▶ **What needs to be done**: Among the records, find the lines that hold the string "Plover" and return them.

BEGIN Data for review

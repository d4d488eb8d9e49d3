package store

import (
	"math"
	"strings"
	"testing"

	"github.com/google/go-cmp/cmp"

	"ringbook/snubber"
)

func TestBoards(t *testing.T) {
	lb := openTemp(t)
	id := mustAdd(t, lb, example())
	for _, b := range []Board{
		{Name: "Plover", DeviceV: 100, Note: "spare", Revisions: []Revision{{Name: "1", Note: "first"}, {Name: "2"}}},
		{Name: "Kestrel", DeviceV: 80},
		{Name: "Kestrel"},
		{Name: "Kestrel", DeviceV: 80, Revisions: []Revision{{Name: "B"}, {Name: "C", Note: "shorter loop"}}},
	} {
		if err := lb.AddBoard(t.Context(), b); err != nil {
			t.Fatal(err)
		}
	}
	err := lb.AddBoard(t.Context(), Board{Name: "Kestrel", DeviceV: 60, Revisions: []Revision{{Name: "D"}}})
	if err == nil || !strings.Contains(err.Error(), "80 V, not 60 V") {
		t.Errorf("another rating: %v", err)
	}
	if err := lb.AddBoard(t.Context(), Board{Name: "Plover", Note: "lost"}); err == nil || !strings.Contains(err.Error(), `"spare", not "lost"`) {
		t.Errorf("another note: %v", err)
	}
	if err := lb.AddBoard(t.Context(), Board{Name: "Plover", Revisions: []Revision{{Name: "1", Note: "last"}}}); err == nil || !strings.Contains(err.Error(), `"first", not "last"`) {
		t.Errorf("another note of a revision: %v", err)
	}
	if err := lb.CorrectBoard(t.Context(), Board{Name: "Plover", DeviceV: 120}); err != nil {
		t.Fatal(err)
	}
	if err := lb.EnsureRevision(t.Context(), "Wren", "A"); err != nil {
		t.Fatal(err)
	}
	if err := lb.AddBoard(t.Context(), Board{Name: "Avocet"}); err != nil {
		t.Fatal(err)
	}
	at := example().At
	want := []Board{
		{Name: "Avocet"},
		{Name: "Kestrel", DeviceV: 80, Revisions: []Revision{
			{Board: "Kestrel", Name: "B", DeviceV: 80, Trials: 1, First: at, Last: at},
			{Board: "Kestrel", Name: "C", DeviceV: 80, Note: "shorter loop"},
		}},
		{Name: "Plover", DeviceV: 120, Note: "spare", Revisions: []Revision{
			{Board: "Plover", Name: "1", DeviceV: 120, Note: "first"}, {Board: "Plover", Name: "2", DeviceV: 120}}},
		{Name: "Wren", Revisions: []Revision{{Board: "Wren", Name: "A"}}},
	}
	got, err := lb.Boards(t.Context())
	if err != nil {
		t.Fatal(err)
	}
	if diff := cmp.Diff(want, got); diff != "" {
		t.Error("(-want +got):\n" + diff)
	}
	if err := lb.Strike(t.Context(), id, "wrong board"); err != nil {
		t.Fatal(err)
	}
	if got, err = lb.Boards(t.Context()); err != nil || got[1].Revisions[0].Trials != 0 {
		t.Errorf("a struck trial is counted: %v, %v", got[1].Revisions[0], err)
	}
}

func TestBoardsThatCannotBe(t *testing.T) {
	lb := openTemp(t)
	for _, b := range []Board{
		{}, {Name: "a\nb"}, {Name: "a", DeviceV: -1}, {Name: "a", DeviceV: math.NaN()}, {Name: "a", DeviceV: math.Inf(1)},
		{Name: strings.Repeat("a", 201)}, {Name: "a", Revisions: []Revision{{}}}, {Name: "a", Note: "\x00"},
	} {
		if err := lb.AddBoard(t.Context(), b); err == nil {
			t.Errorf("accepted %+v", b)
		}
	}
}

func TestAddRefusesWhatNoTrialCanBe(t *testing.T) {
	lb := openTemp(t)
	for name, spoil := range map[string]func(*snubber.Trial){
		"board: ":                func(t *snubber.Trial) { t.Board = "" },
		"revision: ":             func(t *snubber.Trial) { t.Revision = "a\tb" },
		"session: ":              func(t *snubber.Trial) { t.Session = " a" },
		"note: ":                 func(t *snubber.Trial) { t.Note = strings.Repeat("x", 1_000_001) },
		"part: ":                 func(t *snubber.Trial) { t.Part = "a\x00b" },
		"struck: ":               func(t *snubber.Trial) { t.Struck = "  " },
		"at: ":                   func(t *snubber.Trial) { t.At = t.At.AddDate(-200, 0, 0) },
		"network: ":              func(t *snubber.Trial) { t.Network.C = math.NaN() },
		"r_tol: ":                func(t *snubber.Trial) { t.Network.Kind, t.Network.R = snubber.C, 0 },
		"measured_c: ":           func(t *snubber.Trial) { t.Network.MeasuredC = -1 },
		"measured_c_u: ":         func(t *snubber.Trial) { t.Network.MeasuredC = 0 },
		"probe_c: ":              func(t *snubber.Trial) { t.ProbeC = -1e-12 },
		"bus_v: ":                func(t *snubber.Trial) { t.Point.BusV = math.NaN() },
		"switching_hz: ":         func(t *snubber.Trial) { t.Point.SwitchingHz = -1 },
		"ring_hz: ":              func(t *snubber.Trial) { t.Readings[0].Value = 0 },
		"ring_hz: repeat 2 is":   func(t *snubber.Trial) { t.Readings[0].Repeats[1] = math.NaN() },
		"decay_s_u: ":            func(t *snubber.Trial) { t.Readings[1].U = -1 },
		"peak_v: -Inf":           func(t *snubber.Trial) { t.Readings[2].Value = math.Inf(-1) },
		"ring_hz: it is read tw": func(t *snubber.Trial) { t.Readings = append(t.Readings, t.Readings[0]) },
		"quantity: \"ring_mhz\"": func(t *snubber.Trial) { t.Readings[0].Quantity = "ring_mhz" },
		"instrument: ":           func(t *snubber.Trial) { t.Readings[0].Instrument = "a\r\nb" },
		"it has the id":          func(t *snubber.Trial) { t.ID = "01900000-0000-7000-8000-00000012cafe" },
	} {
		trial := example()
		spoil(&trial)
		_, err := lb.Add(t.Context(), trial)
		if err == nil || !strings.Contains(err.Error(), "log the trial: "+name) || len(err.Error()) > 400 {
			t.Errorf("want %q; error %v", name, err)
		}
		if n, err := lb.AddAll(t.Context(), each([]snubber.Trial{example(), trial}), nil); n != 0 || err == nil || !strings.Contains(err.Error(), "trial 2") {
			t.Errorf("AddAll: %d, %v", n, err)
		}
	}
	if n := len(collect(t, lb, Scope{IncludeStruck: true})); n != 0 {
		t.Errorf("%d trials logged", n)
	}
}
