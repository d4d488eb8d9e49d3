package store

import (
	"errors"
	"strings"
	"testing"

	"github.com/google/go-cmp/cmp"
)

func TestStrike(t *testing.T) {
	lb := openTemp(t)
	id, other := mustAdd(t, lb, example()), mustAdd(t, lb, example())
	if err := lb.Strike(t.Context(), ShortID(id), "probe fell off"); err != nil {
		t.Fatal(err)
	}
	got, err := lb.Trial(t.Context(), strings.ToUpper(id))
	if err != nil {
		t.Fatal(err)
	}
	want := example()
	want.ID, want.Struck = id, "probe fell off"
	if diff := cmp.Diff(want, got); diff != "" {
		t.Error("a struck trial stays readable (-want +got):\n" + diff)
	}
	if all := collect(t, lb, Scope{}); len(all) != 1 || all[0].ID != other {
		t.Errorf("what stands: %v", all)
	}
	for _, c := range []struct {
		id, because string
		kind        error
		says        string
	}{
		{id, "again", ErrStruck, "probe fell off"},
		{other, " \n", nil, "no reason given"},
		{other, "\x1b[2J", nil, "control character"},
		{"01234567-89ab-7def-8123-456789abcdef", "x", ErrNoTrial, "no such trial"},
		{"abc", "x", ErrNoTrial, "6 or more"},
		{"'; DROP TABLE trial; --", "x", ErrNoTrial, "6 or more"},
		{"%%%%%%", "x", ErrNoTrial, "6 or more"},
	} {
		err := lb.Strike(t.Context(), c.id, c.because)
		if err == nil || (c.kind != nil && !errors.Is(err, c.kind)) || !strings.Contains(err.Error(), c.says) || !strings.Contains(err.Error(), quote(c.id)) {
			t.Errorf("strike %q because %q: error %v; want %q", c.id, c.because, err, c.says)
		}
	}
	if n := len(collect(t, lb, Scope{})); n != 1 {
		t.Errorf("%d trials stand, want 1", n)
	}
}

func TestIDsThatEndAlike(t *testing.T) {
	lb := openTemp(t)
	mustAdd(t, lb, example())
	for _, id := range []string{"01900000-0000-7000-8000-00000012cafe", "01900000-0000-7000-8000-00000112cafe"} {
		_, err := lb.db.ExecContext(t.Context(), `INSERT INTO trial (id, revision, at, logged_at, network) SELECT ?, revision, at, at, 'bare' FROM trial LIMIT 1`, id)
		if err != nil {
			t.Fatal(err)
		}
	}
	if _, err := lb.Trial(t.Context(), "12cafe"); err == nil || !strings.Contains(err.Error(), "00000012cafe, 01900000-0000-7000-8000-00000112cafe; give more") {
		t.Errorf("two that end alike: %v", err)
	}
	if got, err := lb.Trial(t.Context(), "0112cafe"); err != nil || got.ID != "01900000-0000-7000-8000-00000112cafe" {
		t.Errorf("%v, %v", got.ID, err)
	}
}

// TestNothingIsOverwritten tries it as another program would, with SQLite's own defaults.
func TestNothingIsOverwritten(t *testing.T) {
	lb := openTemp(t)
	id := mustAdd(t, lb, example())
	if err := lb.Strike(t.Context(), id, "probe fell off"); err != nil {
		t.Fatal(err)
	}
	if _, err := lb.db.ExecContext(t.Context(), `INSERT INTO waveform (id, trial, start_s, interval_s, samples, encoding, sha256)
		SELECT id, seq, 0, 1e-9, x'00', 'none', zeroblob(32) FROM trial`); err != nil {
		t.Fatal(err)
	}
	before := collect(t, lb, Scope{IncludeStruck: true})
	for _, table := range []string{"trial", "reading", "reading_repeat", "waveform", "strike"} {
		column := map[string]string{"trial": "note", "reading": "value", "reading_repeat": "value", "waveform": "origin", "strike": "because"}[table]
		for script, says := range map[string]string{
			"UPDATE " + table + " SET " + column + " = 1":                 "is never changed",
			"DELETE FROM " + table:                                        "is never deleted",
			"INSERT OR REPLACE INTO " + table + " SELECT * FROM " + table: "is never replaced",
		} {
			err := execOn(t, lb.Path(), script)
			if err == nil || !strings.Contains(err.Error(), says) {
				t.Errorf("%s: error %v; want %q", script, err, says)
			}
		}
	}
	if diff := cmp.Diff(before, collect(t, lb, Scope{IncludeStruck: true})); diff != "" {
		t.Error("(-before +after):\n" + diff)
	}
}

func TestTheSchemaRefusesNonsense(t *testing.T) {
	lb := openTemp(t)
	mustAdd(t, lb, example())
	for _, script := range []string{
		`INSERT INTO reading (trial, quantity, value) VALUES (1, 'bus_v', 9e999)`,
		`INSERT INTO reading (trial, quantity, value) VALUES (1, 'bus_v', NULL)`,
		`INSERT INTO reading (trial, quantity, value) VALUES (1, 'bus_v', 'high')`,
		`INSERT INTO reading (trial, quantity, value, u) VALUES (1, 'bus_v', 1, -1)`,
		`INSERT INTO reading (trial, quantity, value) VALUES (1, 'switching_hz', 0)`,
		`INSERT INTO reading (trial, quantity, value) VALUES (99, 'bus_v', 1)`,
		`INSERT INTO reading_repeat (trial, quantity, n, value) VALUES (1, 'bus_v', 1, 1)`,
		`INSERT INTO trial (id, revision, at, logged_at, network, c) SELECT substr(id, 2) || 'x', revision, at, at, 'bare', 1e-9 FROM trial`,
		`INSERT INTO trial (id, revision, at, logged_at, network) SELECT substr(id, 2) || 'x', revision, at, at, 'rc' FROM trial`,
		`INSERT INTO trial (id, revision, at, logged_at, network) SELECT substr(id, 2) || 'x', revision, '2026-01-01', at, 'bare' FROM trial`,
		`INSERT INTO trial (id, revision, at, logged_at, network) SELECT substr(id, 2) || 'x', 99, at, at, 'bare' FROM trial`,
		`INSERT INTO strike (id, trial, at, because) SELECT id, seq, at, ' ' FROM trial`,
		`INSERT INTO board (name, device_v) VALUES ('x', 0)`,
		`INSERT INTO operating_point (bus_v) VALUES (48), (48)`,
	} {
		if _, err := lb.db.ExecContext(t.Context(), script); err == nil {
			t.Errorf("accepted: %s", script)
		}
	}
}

END Data for review

▶ **Task response**:
		{Name: "Plover", DeviceV: 100, Note: "spare", Revisions: []Revision{{Name: "1", Note: "first"}, {Name: "2"}}},
	if err := lb.AddBoard(t.Context(), Board{Name: "Plover", Note: "lost"}); err == nil || !strings.Contains(err.Error(), `"spare", not "lost"`) {
	if err := lb.AddBoard(t.Context(), Board{Name: "Plover", Revisions: []Revision{{Name: "1", Note: "last"}}}); err == nil || !strings.Contains(err.Error(), `"first", not "last"`) {
	if err := lb.CorrectBoard(t.Context(), Board{Name: "Plover", DeviceV: 120}); err != nil {
		{Name: "Plover", DeviceV: 120, Note: "spare", Revisions: []Revision{
			{Board: "Plover", Name: "1", DeviceV: 120, Note: "first"}, {Board: "Plover", Name: "2", DeviceV: 120}}},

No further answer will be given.